We rationalize the term \[\sqrt {\dfrac{{\cos ecA + 1}}{{\cos ecA - 1}}} \] by multiplying both numerator and denominator by \[\sqrt {\cos ecA + 1} \]
So, \[\sqrt {\dfrac{{\cos ecA + 1}}{{\cos ecA - 1}}} \times \sqrt {\dfrac{{\cos ecA + 1}}{{\cos ecA + 1}}} = \sqrt {\dfrac{{(\cos ecA + 1) \times (\cos ecA + 1)}}{{(\cos ecA - 1) \times (\cos ecA + 1)}}} \]

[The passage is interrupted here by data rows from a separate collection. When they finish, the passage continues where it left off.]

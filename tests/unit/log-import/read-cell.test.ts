import fc from "fast-check";
import { describe, expect, it } from "vitest";
import { readNumber, readTimestamp } from "@/lib/analysis/log-import";

/** Decimal text as a cycler prints it: sign, integer digits, optional fraction. */
const decimalText = fc
  .record({
    negative: fc.boolean(),
    whole: fc.stringMatching(/^(0|[1-9]\d{0,9})$/),
    fraction: fc.stringMatching(/^\d{0,12}$/),
  })
  .map(({ negative, whole, fraction }) => `${negative ? "-" : ""}${whole}${fraction === "" ? "" : `.${fraction}`}`);

describe("readNumber", () => {
  it("gives exactly what Number() gives for printed decimals, with point or comma", () => {
    fc.assert(
      fc.property(decimalText, (text) => {
        expect(Object.is(readNumber(text, false), Number(text))).toBe(true);
        expect(Object.is(readNumber(text.replace(".", ","), true), Number(text))).toBe(true);
      }),
      { numRuns: 2000 },
    );
  });

  it("gives exactly what Number() gives for any double's shortest text, exponents included", () => {
    fc.assert(
      fc.property(fc.double({ noNaN: true, noDefaultInfinity: true }), (x) => {
        expect(Object.is(readNumber(String(x), false), Number(String(x)))).toBe(true);
      }),
      { numRuns: 2000 },
    );
  });

  it("moves the decimal point three places for milli-units, to the double nearest the value", () => {
    fc.assert(
      fc.property(decimalText, (text) => {
        expect(Object.is(readNumber(text, false, 3), Number(`${text}e-3`))).toBe(true);
      }),
      { numRuns: 2000 },
    );
    expect(readNumber("3517.9", false, 3)).toBe(3.5179);
    expect(readNumber("4,2", true, 3)).toBe(0.0042);
  });

  it("allows spaces and a trailing carriage return", () => {
    expect(readNumber(" 3.7 ", false)).toBe(3.7);
    expect(readNumber("3.7\r", false)).toBe(3.7);
    expect(readNumber("+1e-3", false)).toBe(0.001);
  });

  it("refuses blanks, words, infinities and number literals that are not decimals", () => {
    for (const text of ["", " ", "\r", "abc", "1.2.3", "0x10", "0b1", "1e", "Infinity", "-Infinity", "NaN", "--1", "1-", "+", "-", ".", "3,7"]) {
      expect(readNumber(text, false), text).toBeNaN();
    }
  });

  it("refuses a point in a decimal-comma file (it may be a thousands separator)", () => {
    expect(readNumber("1.234,5", true)).toBeNaN();
    expect(readNumber("3.7", true)).toBeNaN();
    expect(readNumber("3,7", true)).toBe(3.7);
  });
});

describe("readTimestamp", () => {
  it("reads ISO 8601 and date-space-time forms, with fractions and offsets", () => {
    const base = Date.UTC(2026, 2, 1, 8, 0, 0);
    expect(readTimestamp("2026-03-01T08:00:00Z")).toBe(base);
    expect(readTimestamp("2026-03-01 08:00:00")).toBe(base);
    expect(readTimestamp("2026/03/01 08:00:00")).toBe(base);
    expect(readTimestamp(" 2026-03-01T08:00:00.250\r")).toBe(base + 250);
    expect(readTimestamp("2026-03-01T08:00:00,5")).toBe(base + 500);
    expect(readTimestamp("2026-03-01T10:00:00+02:00")).toBe(base);
    expect(readTimestamp("2026-03-01T10:00:00+0200")).toBe(base);
    expect(readTimestamp("2026-03-01T02:30:00-05:30")).toBe(base);
    expect(readTimestamp("2024-02-29 00:00:00")).toBe(Date.UTC(2024, 1, 29));
  });

  it("reads back any instant written by toISOString", () => {
    fc.assert(
      fc.property(fc.integer({ min: Date.UTC(1990, 0, 1), max: Date.UTC(2100, 0, 1) }), (ms) => {
        expect(readTimestamp(new Date(ms).toISOString())).toBe(ms);
      }),
      { numRuns: 1000 },
    );
  });

  it("refuses impossible dates and other forms", () => {
    for (const text of [
      "",
      "2026-03-01",
      "2026-02-30 00:00:00",
      "2100-02-29 00:00:00",
      "2026-13-01 00:00:00",
      "2026-03-01T24:00:00",
      "2026-03-01T08:60:00",
      "2026-03-01T08:00:00.",
      "2026-03-01T08:00:00 extra",
      "2026-03-01T08:00:00+25:00",
      "01.03.2026 08:00:00",
      "2026-03/01 08:00:00",
      "12.5",
    ]) {
      expect(readTimestamp(text), text).toBeNaN();
    }
  });
});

                                                            \[ = \sqrt {\dfrac{{{{(\cos ecA + 1)}^2}}}{{{{(\cos ecA)}^2} - {1^2}}}} \] { since \[(a - b)(a + b) = {a^2} - {b^2}\]}
Substitute the value \[\cos e{c^2}\theta = 1 + {\cot ^2}\theta \] in the denominator
\[\sqrt {\dfrac{{\cos ecA + 1}}{{\cos ecA - 1}}} \times \sqrt {\dfrac{{\cos ecA + 1}}{{\cos ecA + 1}}} = \sqrt {\dfrac{{{{(\cos ecA + 1)}^2}}}{{1 + {{\cot }^2}A - {1^2}}}} \]
     \[
   = \sqrt {\dfrac{{{{(\cos ecA + 1)}^2}}}{{{{\cot }^2}A}}} \\
   = \sqrt {{{\left( {\dfrac{{\cos ecA + 1}}{{\cot A}}} \right)}^2}} \\
 \] { taking the squares common }
 Now we can cancel out the square root by square of the whole value.
\[\sqrt {\dfrac{{\cos ecA + 1}}{{\cos ecA - 1}}} \times \sqrt {\dfrac{{\cos ecA + 1}}{{\cos ecA + 1}}} = \dfrac{{\cos ecA + 1}}{{\cot A}}\]
Now we substitute both the values in LHS of the equation.
\[\sqrt {\dfrac{{\cos ecA - 1}}{{\cos ecA + 1}}} + \sqrt {\dfrac{{\cos ecA + 1}}{{\cos ecA - 1}}} = \dfrac{{\cos ecA - 1}}{{\cot A}} + \dfrac{{\cos ecA + 1}}{{\cot A}}\]
Taking LCM on the RHS of the equation.
\[\sqrt {\dfrac{{\cos ecA - 1}}{{\cos ecA + 1}}} + \sqrt {\dfrac{{\cos ecA + 1}}{{\cos ecA - 1}}} = \dfrac{{\cos ecA - 1 + \cos ecA + 1}}{{\cot A}}\]
                                                       \[ = \dfrac{{2\cos ecA}}{{\cot A}}\]
Substituting the values of \[\cos ecA = \dfrac{1}{{\sin A}}\] and \[\cot A = \dfrac{{\cos A}}{{\sin A}}\]
\[\sqrt {\dfrac{{\cos ecA - 1}}{{\cos ecA + 1}}} + \sqrt {\dfrac{{\cos ecA + 1}}{{\cos ecA - 1}}} = \dfrac{{2\dfrac{1}{{\sin A}}}}{{\dfrac{{\cos A}}{{\sin A}}}}\]
                                                       \[
   = \dfrac{2}{{\sin A}} \times \dfrac{{\sin A}}{{\cos A}} \\
   = \dfrac{2}{{\cos A}} \\
 \] { Cancel the same terms }
Now substitute the value of \[\dfrac{1}{{\cos A}} = \sec A\]
\[\sqrt {\dfrac{{\cos ecA - 1}}{{\cos ecA + 1}}} + \sqrt {\dfrac{{\cos ecA + 1}}{{\cos ecA - 1}}} = 2\sec A\]
Hence proved.

Note:Students are likely to make mistakes solving the question without rationalizing the terms under the square root and the terms in fraction form which makes the solution more complicated. Keep in mind we always rationalize first and then proceed with the solution. Also always try to convert the term under the square root as a square term so as to cancel out the root.